_AIM OF THE EXERCISE_
Which lines of the material contain the word "pads"? Show each one.
====
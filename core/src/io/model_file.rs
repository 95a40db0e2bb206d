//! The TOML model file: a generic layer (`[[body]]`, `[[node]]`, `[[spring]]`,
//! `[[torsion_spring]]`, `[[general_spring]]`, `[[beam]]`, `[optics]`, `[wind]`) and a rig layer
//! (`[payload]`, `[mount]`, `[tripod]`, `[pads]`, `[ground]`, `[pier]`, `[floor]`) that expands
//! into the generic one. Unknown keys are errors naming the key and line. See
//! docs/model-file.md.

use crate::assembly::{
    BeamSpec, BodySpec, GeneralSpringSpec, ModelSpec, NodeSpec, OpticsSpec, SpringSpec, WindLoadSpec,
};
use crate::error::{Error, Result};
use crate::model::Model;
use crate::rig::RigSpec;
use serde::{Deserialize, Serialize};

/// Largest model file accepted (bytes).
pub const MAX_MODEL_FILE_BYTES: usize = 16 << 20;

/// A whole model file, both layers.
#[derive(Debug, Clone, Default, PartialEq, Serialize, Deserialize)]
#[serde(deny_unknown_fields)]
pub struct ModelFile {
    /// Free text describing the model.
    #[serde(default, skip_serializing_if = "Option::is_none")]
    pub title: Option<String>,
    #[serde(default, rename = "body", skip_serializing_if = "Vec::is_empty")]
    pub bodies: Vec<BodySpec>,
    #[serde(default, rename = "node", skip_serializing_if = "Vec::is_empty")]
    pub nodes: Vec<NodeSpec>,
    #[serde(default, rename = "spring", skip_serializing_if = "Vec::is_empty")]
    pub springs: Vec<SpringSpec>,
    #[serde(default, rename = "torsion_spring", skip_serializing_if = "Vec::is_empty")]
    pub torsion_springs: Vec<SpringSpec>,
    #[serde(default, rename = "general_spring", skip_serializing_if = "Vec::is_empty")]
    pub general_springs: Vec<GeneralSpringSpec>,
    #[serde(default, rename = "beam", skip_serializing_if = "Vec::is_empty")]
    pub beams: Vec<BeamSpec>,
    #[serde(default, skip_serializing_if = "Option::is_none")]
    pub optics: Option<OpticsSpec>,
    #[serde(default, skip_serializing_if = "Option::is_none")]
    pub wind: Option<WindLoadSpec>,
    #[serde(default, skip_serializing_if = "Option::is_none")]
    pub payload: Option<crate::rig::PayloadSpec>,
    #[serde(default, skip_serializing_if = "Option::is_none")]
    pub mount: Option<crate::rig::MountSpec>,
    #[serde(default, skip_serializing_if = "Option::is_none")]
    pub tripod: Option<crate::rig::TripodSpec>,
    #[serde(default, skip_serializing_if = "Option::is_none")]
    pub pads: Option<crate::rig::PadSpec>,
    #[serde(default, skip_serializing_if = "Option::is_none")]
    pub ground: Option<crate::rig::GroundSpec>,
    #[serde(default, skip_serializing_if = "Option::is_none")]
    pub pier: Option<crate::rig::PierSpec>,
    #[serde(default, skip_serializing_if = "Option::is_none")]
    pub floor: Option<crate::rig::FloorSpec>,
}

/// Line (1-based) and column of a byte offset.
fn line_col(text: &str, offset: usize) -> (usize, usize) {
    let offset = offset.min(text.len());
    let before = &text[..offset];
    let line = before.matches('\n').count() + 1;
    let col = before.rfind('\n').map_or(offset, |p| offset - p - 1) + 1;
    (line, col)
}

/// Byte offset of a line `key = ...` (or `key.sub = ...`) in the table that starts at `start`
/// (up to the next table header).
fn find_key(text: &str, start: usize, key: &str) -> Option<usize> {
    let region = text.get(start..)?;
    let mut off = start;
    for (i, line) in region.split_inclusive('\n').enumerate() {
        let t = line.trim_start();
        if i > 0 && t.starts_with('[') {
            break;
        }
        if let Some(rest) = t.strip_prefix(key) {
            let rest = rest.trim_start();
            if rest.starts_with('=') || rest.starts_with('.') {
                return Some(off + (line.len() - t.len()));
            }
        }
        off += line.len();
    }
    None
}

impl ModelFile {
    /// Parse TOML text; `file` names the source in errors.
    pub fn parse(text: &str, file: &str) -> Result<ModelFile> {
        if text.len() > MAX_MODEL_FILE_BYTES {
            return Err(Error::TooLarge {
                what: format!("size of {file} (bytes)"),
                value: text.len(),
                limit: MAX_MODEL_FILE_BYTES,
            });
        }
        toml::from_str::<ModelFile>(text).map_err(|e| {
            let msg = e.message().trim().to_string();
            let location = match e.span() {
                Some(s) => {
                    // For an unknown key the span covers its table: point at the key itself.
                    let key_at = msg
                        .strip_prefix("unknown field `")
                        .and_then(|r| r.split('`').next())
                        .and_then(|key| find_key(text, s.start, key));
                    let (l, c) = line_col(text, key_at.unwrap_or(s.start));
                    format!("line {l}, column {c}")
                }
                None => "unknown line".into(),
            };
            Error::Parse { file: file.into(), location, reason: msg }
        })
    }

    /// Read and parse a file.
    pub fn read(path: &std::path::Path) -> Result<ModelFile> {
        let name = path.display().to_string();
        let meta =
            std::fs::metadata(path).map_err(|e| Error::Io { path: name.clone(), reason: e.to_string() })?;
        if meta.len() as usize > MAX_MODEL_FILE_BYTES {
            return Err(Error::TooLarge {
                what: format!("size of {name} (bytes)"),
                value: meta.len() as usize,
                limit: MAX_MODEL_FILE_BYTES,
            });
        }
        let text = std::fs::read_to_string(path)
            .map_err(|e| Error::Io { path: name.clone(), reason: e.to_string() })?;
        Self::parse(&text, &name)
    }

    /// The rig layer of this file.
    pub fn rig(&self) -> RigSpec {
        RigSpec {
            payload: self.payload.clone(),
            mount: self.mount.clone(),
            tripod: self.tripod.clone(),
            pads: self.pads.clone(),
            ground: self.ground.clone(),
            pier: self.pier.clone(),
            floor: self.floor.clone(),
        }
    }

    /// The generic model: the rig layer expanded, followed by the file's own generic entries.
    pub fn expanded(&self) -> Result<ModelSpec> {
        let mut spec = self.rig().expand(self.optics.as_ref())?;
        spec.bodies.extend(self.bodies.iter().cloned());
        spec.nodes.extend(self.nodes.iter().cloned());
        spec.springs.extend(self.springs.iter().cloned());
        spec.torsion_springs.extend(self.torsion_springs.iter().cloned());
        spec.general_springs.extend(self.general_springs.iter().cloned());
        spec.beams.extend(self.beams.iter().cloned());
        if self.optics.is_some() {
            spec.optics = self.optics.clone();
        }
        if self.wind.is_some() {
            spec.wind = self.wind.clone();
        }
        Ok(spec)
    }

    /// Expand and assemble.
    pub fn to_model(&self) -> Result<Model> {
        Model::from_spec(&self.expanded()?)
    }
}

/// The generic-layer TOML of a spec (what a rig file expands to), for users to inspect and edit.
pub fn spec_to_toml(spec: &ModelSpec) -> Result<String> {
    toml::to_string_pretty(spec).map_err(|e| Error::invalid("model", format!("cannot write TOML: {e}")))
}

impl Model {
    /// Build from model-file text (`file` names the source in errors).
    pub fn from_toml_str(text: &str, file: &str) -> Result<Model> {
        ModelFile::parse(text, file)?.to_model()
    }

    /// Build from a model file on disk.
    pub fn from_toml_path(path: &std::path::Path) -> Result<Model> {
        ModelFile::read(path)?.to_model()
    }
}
====
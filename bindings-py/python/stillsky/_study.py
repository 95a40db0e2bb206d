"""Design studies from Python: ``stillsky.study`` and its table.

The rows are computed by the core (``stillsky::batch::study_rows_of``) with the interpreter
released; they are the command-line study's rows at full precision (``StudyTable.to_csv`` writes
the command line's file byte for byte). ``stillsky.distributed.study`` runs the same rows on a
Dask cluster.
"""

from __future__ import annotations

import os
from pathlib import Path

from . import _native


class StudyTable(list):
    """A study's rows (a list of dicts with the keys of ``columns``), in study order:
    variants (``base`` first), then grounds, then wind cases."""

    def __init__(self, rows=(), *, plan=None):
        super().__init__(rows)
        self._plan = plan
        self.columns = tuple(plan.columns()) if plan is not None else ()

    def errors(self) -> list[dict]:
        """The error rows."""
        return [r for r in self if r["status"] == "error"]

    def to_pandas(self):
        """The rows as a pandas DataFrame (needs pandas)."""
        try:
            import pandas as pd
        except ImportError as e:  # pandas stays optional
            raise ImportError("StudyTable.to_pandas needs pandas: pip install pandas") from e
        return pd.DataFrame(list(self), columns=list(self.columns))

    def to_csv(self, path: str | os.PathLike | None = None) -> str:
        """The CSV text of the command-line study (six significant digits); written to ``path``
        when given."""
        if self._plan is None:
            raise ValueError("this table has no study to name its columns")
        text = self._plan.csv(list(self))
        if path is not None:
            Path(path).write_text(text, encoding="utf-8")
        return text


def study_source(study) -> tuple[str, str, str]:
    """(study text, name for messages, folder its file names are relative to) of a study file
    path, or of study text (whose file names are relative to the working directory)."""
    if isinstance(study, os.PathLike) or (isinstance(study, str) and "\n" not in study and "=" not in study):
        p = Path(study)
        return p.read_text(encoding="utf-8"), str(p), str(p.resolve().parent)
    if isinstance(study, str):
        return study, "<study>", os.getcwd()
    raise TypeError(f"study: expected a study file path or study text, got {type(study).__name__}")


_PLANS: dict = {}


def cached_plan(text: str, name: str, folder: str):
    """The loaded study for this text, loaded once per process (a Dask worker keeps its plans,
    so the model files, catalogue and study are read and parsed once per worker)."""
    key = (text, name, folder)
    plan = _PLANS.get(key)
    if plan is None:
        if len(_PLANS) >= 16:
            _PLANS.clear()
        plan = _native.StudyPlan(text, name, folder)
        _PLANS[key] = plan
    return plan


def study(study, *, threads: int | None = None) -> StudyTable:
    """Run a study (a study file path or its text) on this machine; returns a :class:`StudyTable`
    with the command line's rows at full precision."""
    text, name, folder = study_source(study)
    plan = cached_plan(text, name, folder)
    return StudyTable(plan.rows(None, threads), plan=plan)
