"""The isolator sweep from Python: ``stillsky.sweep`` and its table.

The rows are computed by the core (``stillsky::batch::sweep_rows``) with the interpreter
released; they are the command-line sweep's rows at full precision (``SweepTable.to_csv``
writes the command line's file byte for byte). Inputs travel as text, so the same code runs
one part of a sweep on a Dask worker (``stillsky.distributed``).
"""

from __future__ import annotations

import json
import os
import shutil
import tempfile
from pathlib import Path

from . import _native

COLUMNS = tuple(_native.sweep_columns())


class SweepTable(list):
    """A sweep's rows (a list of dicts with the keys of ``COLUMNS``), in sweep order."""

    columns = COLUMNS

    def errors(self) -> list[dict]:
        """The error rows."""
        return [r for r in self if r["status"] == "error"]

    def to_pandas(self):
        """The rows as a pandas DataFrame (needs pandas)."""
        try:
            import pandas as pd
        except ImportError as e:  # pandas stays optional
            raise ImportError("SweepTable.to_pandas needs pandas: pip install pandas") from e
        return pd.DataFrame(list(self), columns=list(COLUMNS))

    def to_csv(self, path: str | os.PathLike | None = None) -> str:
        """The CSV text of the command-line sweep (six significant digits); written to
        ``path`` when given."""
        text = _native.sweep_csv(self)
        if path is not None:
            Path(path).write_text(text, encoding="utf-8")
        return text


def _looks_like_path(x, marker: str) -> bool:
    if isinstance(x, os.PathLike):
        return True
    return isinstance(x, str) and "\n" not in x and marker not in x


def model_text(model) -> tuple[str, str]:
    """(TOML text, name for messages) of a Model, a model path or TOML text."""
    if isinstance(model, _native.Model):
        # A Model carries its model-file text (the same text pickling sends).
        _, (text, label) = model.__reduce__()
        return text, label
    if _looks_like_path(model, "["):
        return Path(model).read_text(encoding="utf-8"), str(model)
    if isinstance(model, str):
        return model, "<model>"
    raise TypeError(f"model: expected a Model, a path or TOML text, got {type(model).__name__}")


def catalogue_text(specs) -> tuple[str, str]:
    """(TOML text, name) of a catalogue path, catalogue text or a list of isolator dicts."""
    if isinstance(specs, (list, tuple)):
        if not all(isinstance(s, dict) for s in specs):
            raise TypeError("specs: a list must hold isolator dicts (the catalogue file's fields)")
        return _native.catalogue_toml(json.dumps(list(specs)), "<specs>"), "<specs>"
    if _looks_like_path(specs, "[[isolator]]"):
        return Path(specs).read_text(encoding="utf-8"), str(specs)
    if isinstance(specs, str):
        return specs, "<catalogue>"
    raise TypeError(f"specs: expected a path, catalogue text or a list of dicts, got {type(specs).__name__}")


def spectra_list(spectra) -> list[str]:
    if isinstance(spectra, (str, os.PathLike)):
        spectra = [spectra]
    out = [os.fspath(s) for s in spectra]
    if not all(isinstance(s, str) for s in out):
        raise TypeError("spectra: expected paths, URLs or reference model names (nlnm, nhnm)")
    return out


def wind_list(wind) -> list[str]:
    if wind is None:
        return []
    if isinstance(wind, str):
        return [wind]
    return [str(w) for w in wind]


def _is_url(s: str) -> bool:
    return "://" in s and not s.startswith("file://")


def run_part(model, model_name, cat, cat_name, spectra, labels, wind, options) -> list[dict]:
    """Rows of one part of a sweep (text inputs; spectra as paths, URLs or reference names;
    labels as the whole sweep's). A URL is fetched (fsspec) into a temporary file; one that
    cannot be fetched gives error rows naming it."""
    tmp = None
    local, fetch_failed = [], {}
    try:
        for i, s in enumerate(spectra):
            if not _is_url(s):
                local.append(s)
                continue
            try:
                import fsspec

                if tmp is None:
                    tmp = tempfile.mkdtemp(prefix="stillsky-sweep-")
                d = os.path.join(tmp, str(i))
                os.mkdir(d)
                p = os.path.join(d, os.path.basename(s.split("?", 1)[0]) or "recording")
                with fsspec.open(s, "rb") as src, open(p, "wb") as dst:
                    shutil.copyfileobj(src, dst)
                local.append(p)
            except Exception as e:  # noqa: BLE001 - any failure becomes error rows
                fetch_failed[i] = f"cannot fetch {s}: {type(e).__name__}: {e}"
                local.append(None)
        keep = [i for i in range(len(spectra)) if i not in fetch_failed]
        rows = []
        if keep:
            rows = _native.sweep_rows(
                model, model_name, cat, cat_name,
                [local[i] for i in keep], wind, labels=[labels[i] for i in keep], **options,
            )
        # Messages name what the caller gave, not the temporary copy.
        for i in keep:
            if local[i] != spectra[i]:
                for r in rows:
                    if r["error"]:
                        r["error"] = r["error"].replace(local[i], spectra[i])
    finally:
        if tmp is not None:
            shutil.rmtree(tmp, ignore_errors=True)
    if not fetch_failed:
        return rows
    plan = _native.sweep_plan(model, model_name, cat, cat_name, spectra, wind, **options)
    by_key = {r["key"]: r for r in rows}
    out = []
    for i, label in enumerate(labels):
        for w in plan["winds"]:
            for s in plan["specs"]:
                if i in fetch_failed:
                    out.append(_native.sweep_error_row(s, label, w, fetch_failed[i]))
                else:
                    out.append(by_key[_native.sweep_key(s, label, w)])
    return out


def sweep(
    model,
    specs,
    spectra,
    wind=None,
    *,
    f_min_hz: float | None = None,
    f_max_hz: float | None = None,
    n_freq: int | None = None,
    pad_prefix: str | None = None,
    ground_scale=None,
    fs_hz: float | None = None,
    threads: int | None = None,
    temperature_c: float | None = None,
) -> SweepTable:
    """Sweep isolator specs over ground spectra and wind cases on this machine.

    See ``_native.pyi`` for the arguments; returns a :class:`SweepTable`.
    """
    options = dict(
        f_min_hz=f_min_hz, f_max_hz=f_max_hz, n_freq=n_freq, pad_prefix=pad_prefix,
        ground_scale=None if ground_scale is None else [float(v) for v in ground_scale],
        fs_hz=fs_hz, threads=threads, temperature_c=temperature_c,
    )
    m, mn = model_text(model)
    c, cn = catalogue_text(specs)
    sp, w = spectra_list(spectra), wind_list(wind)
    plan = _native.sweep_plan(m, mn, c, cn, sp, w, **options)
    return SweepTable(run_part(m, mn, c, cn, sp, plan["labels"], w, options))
====
_WRITTEN RESPONSE_
//! (`[payload]`, `[mount]`, `[tripod]`, `[pads]`, `[ground]`, `[pier]`, `[floor]`) that expands
    pub pads: Option<crate::rig::PadSpec>,
            pads: self.pads.clone(),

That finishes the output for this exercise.